PCI ASV Services – External Vulnerability Scanning

0Tolerance, as a PCI Qualified Security Assessor (QSA), also offers PCI Approved Scanning Vendor (ASV) services. We provide access to a secure web portal for your ASV External Vulnerability Scanning needs. The portal will allow you to see your scope, any scheduled quarterly or monthly scans, the results of those scans, the ability to kick off rescans, request exceptions, and download all necessary reporting. The reporting available includes the Attestation of Scan Compliance (AoSC), Executive Summary, Detailed Findings, and Remediation Tracker. You can invite additional users to your account, so they can specifically work on remediation efforts and access the remediation tracker.

SAQ Access

If your organization completes an annual Self-Assessment Questionnaire, the SAQ Wizard will help you determine the proper SAQ type to complete based on how payment cards are handled. Just answer quick qualification questions first. This is included with the external scanning.

Internal Vulnerability Scanning

We also include two options. The first is PCI Internal Vulnerability Scanning. We provide a virtual machine to be connected to your internal environment for internal scanning purposes. The internal scan results are available in the same portal, so you do not need to manage multiple panes of glass and system processes for external and internal scanning. Our experienced team will assist in the VM setup; you’re not alone with this.
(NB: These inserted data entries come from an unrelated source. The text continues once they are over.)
"""The UI's test double must offer what the UI may ask of an engine
(probelog.engine.protocol.EngineProtocol, which mypy checks against the real
Engine): same members, same parameter names, kinds and defaults. Then the UI
tests cannot pass against a double the real engine does not match."""

from __future__ import annotations

import inspect

from probelog.engine.protocol import EngineProtocol
from tests.tui.fake_engine import FakeEngine


def members(cls) -> dict[str, object]:
    return {name: value for name, value in vars(cls).items() if not name.startswith("_")}


def shape(fn) -> list[tuple[str, object, object]]:
    return [(p.name, p.kind, p.default) for p in inspect.signature(fn).parameters.values()]


def test_the_fake_engine_has_every_member_of_the_protocol_with_the_same_signature():
    wanted = members(EngineProtocol)
    assert "accept" in wanted and "skip_die" in wanted  # the protocol is what we think it is
    for name, member in wanted.items():
        assert hasattr(FakeEngine, name), f"FakeEngine lacks {name}"
        mine = getattr(FakeEngine, name)
        if isinstance(member, property):
            assert isinstance(mine, property), f"FakeEngine.{name} should be a property"
        elif callable(member):
            assert shape(mine) == shape(member), f"FakeEngine.{name}{inspect.signature(mine)} " \
                                                 f"!= protocol {inspect.signature(member)}"


def test_the_check_fails_for_a_double_that_drifted():
    class Drifted(FakeEngine):
        def accept(self) -> None:  # type: ignore[override]  # the reason parameter lost
            super().accept()

    assert shape(Drifted.accept) != shape(EngineProtocol.accept)
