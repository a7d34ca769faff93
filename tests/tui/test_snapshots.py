"""Snapshots of every screen at 80x24 and 120x40: the text the terminal shows,
compared with tests/tui/snapshots/<screen>-<cols>x<rows>.txt.

They catch what Pilot assertions miss: a map clipped to three columns, a check
name cut to "stu…", an agreement row below the edge, a footer that loses its
last keys. Deterministic: the fake engine's clock is frozen, its sweeps are
noiseless scikit-rf media, text cursors do not blink, and the screen is read only
when no worker runs.

After a deliberate change of a screen, look at it (tmux), then rewrite the files:
    PROBELOG_UPDATE_SNAPSHOTS=1 .venv/bin/python -m pytest tests/tui/test_snapshots.py
and read the diff before committing it.
"""

from __future__ import annotations

import asyncio
import difflib
import os
from datetime import datetime, timezone
from pathlib import Path

import pytest
from textual.widgets import Input

from probelog.tui.app import build_app
from probelog.tui.screens.intake import SessionRequest
from tests.tui.fake_engine import FakeEngine
from tests.tui.helpers import press, settle
from tests.tui.test_flow import calibrate

HERE = Path(__file__).parent / "snapshots"
SIZES = [(80, 24), (120, 40)]
FAULT = ((0, 0), "line-a", 1)
UPDATE = os.environ.get("PROBELOG_UPDATE_SNAPSHOTS") == "1"


def frozen() -> datetime:
    return datetime(2026, 3, 4, 9, 30, 0, tzinfo=timezone.utc)


def check(name: str, size: tuple[int, int], text: str) -> None:
    path = HERE / f"{name}-{size[0]}x{size[1]}.txt"
    lines = [line.rstrip() for line in text.splitlines()]
    got = "\n".join(lines) + "\n"
    if UPDATE or not path.exists():
        if not UPDATE:
            pytest.fail(f"{path} missing: run with PROBELOG_UPDATE_SNAPSHOTS=1 to write it, then read it")
        HERE.mkdir(exist_ok=True)
        path.write_text(got, encoding="utf-8")
        return
    want = path.read_text(encoding="utf-8")
    if got != want:
        diff = "\n".join(difflib.unified_diff(want.splitlines(), got.splitlines(), "stored", "now", lineterm=""))
        pytest.fail(f"{path.name} differs from the screen:\n{diff}")


def terminal_text(app) -> str:
    """Every cell of the terminal as text, spaces kept (what export_screenshot
    draws, as a recording console's plain text instead of SVG)."""
    import io

    from rich.console import Console

    width, height = app.size
    console = Console(width=width, height=height, file=io.StringIO(), force_terminal=True,
                      color_system="truecolor", record=True, legacy_windows=False, safe_box=False)
    console.print(app.screen._compositor.render_update(full=True, screen_stack=app._background_screens))
    return console.export_text(styles=False)


async def shown(pilot) -> str:
    """The screen's text once nothing is running and no cursor blinks."""
    await settle(pilot)
    for box in pilot.app.screen.query(Input):
        box.cursor_blink = False
    await pilot.pause()
    return terminal_text(pilot.app)


async def to_probing(pilot) -> None:
    await settle(pilot, "open")
    await calibrate(pilot)
    await press(pilot, "a")


SCENES = {}


def scene(name):
    def register(fn):
        SCENES[name] = fn
        return fn
    return register


@scene("cautions")
async def _cautions(pilot):
    await settle(pilot, "open")


@scene("calibrate")
async def _calibrate(pilot):
    await settle(pilot, "open")
    await calibrate(pilot)  # solved: verification rows and the agreement row


@scene("probe-pass")
async def _pass(pilot):
    await to_probing(pilot)
    await press(pilot, "enter", "enter", "enter")  # 0,0 a b, then 1,0 a on screen


@scene("probe-fail")
async def _fail(pilot):
    await to_probing(pilot)
    await press(pilot, "enter")


@scene("error")
async def _error(pilot):
    await to_probing(pilot)
    await press(pilot, "enter")  # the VNA fails: the dialog over the board in its error state


@scene("map")
async def _map(pilot):
    await to_probing(pilot)
    await press(pilot, "enter", "A", "1", "enter", "enter", "enter", "w")


@scene("journal")
async def _journal(pilot):
    await to_probing(pilot)
    await press(pilot, "enter", "enter", "j")


def engine_for(name: str, session: Path) -> FakeEngine:
    return FakeEngine(session, clock=frozen, faults={FAULT} if name in ("probe-fail", "map") else None,
                      errors={FAULT} if name == "error" else None)


@pytest.mark.parametrize("size", SIZES, ids=lambda s: f"{s[0]}x{s[1]}")
@pytest.mark.parametrize("name", ["cautions", "calibrate", "probe-pass", "probe-fail", "error", "map", "journal"])
def test_screen(tmp_path, name, size):
    session = tmp_path / "s"

    async def go():
        app = build_app(lambda: engine_for(name, session), show_cautions=name == "cautions")
        async with app.run_test(size=size) as pilot:
            await SCENES[name](pilot)
            text = await shown(pilot)
            app.exit(0)  # no quit dialog: the fake journal needs no closing here
        return text

    check(name, size, asyncio.run(go()))


@pytest.mark.parametrize("size", SIZES, ids=lambda s: f"{s[0]}x{s[1]}")
def test_intake(tmp_path, size, monkeypatch):
    monkeypatch.chdir(tmp_path)  # "none under no-sessions-here/" whatever the machine
    defaults = SessionRequest(operator="ana", wafer="QF2611-W07", lot="QF2611", probes=("gsg-w", "gsg-e"),
                              plan="demo", sessions_root="no-sessions-here")

    async def go():
        app = build_app(lambda request: engine_for("intake", tmp_path / "s"), intake=defaults)
        async with app.run_test(size=size) as pilot:
            await settle(pilot, "scan")
            text = await shown(pilot)
            app.exit(0)
        return text

    check("intake", size, asyncio.run(go()))
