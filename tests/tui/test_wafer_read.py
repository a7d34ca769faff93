"""The wafer view's reading of a session (probelog.tui.wafer_read): line metrics
come from the session state the real engine keeps (per-frequency lists as it
journals them), only kept landings colour a die, an accepted FAIL is flagged.
The engine is the real one, on the in-test bench of tests/_engine_fakes.py
(ideal lines with alpha = 20 Np/m, eps_eff = 6.35)."""

from __future__ import annotations

import math

import pytest

import probelog.session as S
from probelog.journal import Journal
from probelog.plan import load_plan_text
from probelog.tui.wafer_read import MetricChoice, cal_die_of, kept_despite_fail, metric_choices, metric_values
from probelog.tui.widgets.die_map import SHADES, DieMap
from tests._engine_fakes import ALPHA_NP_PER_M, C0, EPS_EFF, fake_bench, plan_text

DIES = ((1, 1), (2, 1), (3, 1))
NP_TO_DB = 20 / math.log(10)  # 8.686 dB per neper (definition of the neper)


def session(tmp_path):
    plan = load_plan_text(plan_text(dies=DIES, sites=("ln-b",)), "fake.toml")
    bench = fake_bench()
    e = S.Engine(plan, bench, Journal.create(tmp_path, "s1"), operator="tester")
    while e.next_step is not None:
        e.measure()
    e.compute_calibration()
    e.accept_calibration("test")
    return e, bench


def test_metrics_come_from_the_state_at_the_chosen_frequency(tmp_path):
    e, _ = session(tmp_path)
    assert metric_choices(e.state) == []  # nothing kept yet: nothing to colour by
    e.measure()
    assert metric_choices(e.state) == []  # measured but not decided: not kept
    e.accept()
    choices = metric_choices(e.state)
    assert ("ln-b", "alpha_db_per_mm") in choices and ("ln-b", "beta_rad_per_mm") in choices
    # the ideal line's attenuation, 20 Np/m = 0.1737 dB/mm (tests/_engine_fakes.py; 8.686 dB/Np)
    alpha = metric_values(e.state, MetricChoice("ln-b", "alpha_db_per_mm", 30e9))
    assert alpha == {(1, 1): pytest.approx(ALPHA_NP_PER_M * NP_TO_DB / 1000, rel=0.05)}
    # beta = omega sqrt(eps_eff) / c (Pozar 4th ed. ch. 2) at the journaled frequency nearest the chosen one
    f_hz = e.state.last_accepted((1, 1), "ln-b").metrics["f_hz"]
    for want_f in (f_hz[1], f_hz[-2]):
        beta = metric_values(e.state, MetricChoice("ln-b", "beta_rad_per_mm", want_f * 1.001))[(1, 1)]
        assert beta == pytest.approx(2 * math.pi * want_f * math.sqrt(EPS_EFF) / C0 / 1000, rel=0.02)
    assert metric_values(e.state, MetricChoice("ln-x", "beta_rad_per_mm", 30e9)) == {}  # no such site


def test_a_rejected_landing_never_colours_and_a_kept_fail_is_flagged(tmp_path):
    e, bench = session(tmp_path)
    bench.vna.drift_db = -1.0  # 1 dB less transmission: a sweep with line figures, and wrong ones
    rejected = e.measure()
    assert rejected.metrics["alpha_db_per_mm"][0] > 0.5  # about 0.84 dB/mm here
    e.reland()
    bench.vna.drift_db = 0.0
    e.measure()  # the good one
    e.accept()
    bench.vna.faults[((2, 1), "ln-b")] = ["landed", "lifted"]
    e.measure()
    e.skip("pads contaminated")  # only a rejected landing on this die
    bench.vna.faults[((3, 1), "ln-b")] = ["landed", "lifted"]
    e.measure()
    e.accept("kept for the record")  # a FAIL kept with a reason
    values = metric_values(e.state, MetricChoice("ln-b", "alpha_db_per_mm", 30e9))
    # the re-landed sweep's figures are not shown; the lifted ones have none, the skipped one is not kept
    assert set(values) == {(1, 1)}
    assert values[(1, 1)] == pytest.approx(ALPHA_NP_PER_M * NP_TO_DB / 1000, rel=0.05)
    assert kept_despite_fail(e.state) == {(3, 1)}
    from probelog.events import read_session

    assert cal_die_of(read_session(e.session_dir)) == (1, 1)  # the plan's calibration die
    assert cal_die_of([]) is None


def test_the_map_by_metric_shows_shades_and_no_value_for_the_rest():
    m = DieMap()
    m.update_state({(0, 0): "done", (1, 0): "done", (2, 0): "todo"}, None)
    m.colour_by({(0, 0): 1.0, (1, 0): 2.0}, "alpha")
    text = m.render().plain
    assert SHADES[0] in text and SHADES[-1] in text  # lowest and highest of the two values
    assert text.count("·") == 1  # the die without a value
    m.colour_by(None)
    assert not any(s in m.render().plain for s in SHADES)  # by status: marks, no shades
Dark Web Domain Monitoring

Additionally, we offer dark web domain monitoring. With this monitoring, we crawl the dark web daily or weekly, looking for threat intelligence related to your domain. For example, we’d be looking for intelligence related to yourdomain.com users, forum messages, or other activity. We’ll provide a summary of the findings and details, such as the originating site record (.onion detail).